Meryl, in her sixties and with a heart condition, always traveled with one or two young SPCA Inspectors and together they faced mobs of men who were often drugged or drunk and almost always armed with weapons ranging from sticks and stones to guns, knives and whips. Meryl drove thousands of kilometers to remote and abandoned farms; she and her colleagues went into "no-go areas" and faced war veterans, secret police, army and youth militia; they dismantled road barricades and went to places which even the Police said were dangerous and unsafe.

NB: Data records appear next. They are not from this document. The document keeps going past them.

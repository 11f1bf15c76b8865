package main

import (
	"bytes"
	"context"
	"errors"
	"strings"
	"testing"
	"time"
	"unicode/utf8"

	pb "github.com/pulsefleet/pulsefleet/proto/pulsefleet/v1"
)

// hostile holds text a device, an operator or a request can put into a
// table: line breaks that would forge a row, a tab that would shift columns,
// and ECMA-48 control sequences (C0 ESC with OSC / CSI, the 8-bit C1 CSI,
// DEL) that set a window title, clear the screen or recolour the terminal;
// the code points are ECMA-48's (from memory), the bidi override is
// Unicode's U+202E (from memory).
var hostile = []string{
	"ward\nFORGED  connected  raw",
	"bed\r7",
	"\x1b]0;owned\x07title",
	"\x1b[2Jclear",
	"c1\u009b31mred",
	"raw\x9bbyte",
	"del\x7f",
	"tab\tcolumn",
	"nul\x00",
	"rtl\u202eevil",
}

// checkTerminalSafe fails when out carries a control character other than
// the line feeds ending its rows, a C1 control, a bidi override or bytes
// that are not UTF-8, or has other than rows lines.
func checkTerminalSafe(t *testing.T, what, out string, rows int) {
	t.Helper()
	if !utf8.ValidString(out) {
		t.Errorf("%s: output is not UTF-8: %q", what, out)
	}
	for _, r := range out {
		if (r < 0x20 && r != '\n') || r == 0x7f || (r >= 0x80 && r <= 0x9f) || (r >= 0x202a && r <= 0x202e) || (r >= 0x2066 && r <= 0x2069) {
			t.Errorf("%s: output carries control character %U:\n%q", what, r, out)
			break
		}
	}
	if n := strings.Count(out, "\n"); n != rows {
		t.Errorf("%s: %d lines, want %d (header + rows): a line break in a cell forged a row:\n%s", what, n, rows, out)
	}
}

func TestTablesEscapeControlCharacters(t *testing.T) {
	now := time.Date(2026, 12, 1, 12, 0, 0, 0, time.UTC)
	var audits []*pb.AuditEntry
	var devs []*pb.Device
	var toks []*pb.Token
	var quals []*pb.DeviceQuality
	cals := &pb.ListCalibrationsResponse{}
	for i, h := range hostile {
		audits = append(audits, &pb.AuditEntry{TimeUnixMs: now.UnixMilli(), Actor: h, Action: "auth.failure", DeviceId: h, Remote: h,
			Detail: "web GET /" + h + ": unknown credential"})
		devs = append(devs, &pb.Device{DeviceId: h, Labels: map[string]string{"bed": h, h: "x"}, ActiveConditions: []string{h},
			LastSeenUnixMs: now.UnixMilli()})
		toks = append(toks, &pb.Token{TokenId: h, Kind: "operator", Subject: h, IssuedBy: h, CreatedUnixMs: now.UnixMilli()})
		quals = append(quals, &pb.DeviceQuality{DeviceId: h, Sessions: uint64(i)})
		cals.Calibrations = append(cals.Calibrations, &pb.Calibration{Name: h, Version: 1, CreatedBy: h})
		cals.Assignments = append(cals.Assignments, &pb.CalibrationAssignment{Target: h, Calibration: h + "@v1"})
	}
	n := len(hostile)
	for _, tc := range []struct {
		name  string
		write func(*bytes.Buffer) error
		lines int
	}{
		{"audit", func(b *bytes.Buffer) error { return writeAuditTable(b, audits) }, n + 1},
		{"devices", func(b *bytes.Buffer) error { return writeDevicesTable(b, devs, nil, now, 10*time.Second) }, n + 1},
		{"token list", func(b *bytes.Buffer) error { return writeTokensTable(b, toks) }, n + 1},
		{"quality", func(b *bytes.Buffer) error { return writeQualityTable(b, quals) }, n + 1},
		{"calibrations", func(b *bytes.Buffer) error { return writeCalibrationsTable(b, cals) }, 2*(n+1) + 1},
	} {
		var b bytes.Buffer
		if err := tc.write(&b); err != nil {
			t.Fatalf("%s: %v", tc.name, err)
		}
		checkTerminalSafe(t, tc.name, b.String(), tc.lines)
		// The text is still there, readable, as Go escapes.
		for _, want := range []string{`ward\nFORGED`, `bed\r7`, `\x1b]0;owned\x07title`, `c1\u009b31mred`, `raw\x9bbyte`, `tab\tcolumn`, `rtl\u202eevil`} {
			if !strings.Contains(b.String(), want) {
				t.Errorf("%s: output lacks the escaped form %s:\n%s", tc.name, want, b.String())
			}
		}
	}
}

func TestSafeCell(t *testing.T) {
	for in, want := range map[string]string{
		"bed-7 ward=3":    "bed-7 ward=3",    // printable text passes as is
		"Zoë 12 °C":       "Zoë 12 °C",       // and so does printable Unicode
		"a\nb":            `a\nb`,            // LF
		"a\\nb":           `a\\nb`,           // a typed backslash cannot pass for an escape
		"\x1b[31m":        `\x1b[31m`,        // CSI
		"\u0085":          `\u0085`,          // C1 NEL
		"\xff":            `\xff`,            // not UTF-8
		"\u2066x\u2069":   `\u2066x\u2069`,   // bidi isolates
		"\uFFFD replaced": "\uFFFD replaced", // a real replacement character is printable
	} {
		if got := safeCell(in); got != want {
			t.Errorf("safeCell(%q) = %q, want %q", in, got, want)
		}
	}
}

// A failing command's one-line error can carry text from a gateway or a
// file: its control characters are escaped too, so it stays one line.
func TestErrorLineEscapesControlCharacters(t *testing.T) {
	register(command{name: "test-hostile-error", run: func(context.Context, []string, stdio) error {
		return errors.New("gateway said: bed\n7\x1b]0;owned\x07 C:\\data")
	}})
	defer delete(commands, "test-hostile-error")
	var out, errb bytes.Buffer
	if code := run(context.Background(), []string{"test-hostile-error"}, stdio{out: &out, err: &errb}); code != 1 {
		t.Fatalf("exit %d, want 1", code)
	}
	checkTerminalSafe(t, "error line", errb.String(), 1)
	if want := `gateway said: bed\n7\x1b]0;owned\x07 C:\data`; !strings.Contains(errb.String(), want) {
		t.Errorf("error line %q lacks %q", errb.String(), want)
	}
}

Meryl soon built up a reputation which preceded her - she never took sides and had only come for the animals. Cows which had been hamstrung and axed, donkeys and a race horse burned alive; dogs shackled and abandoned - if there was even the remotest chance that she could help them, treat them or rescue them, Meryl never said no! There wasn't an animal too big, small, slippery or furry for Meryl and she rescued cats, dogs and goldfish. She and her team caught pigs, sheep, cows, goats and chickens. They saved horses and ponies, duikers and sable antelope and intervened on behalf of lions, hippos and ostriches.

In 2002 Meryl and her colleague Addmore received international recognition for their extraordinary work and were jointly awarded the BBC Special Award for Outstanding Work in Animal Welfare. Just days later they were back at work on the dirt roads in remote areas of Zimbabwe. Meryl saw at first hand the environmental impact of Zimbabwe's land redistribution: poaching, de-forestation and massive burning.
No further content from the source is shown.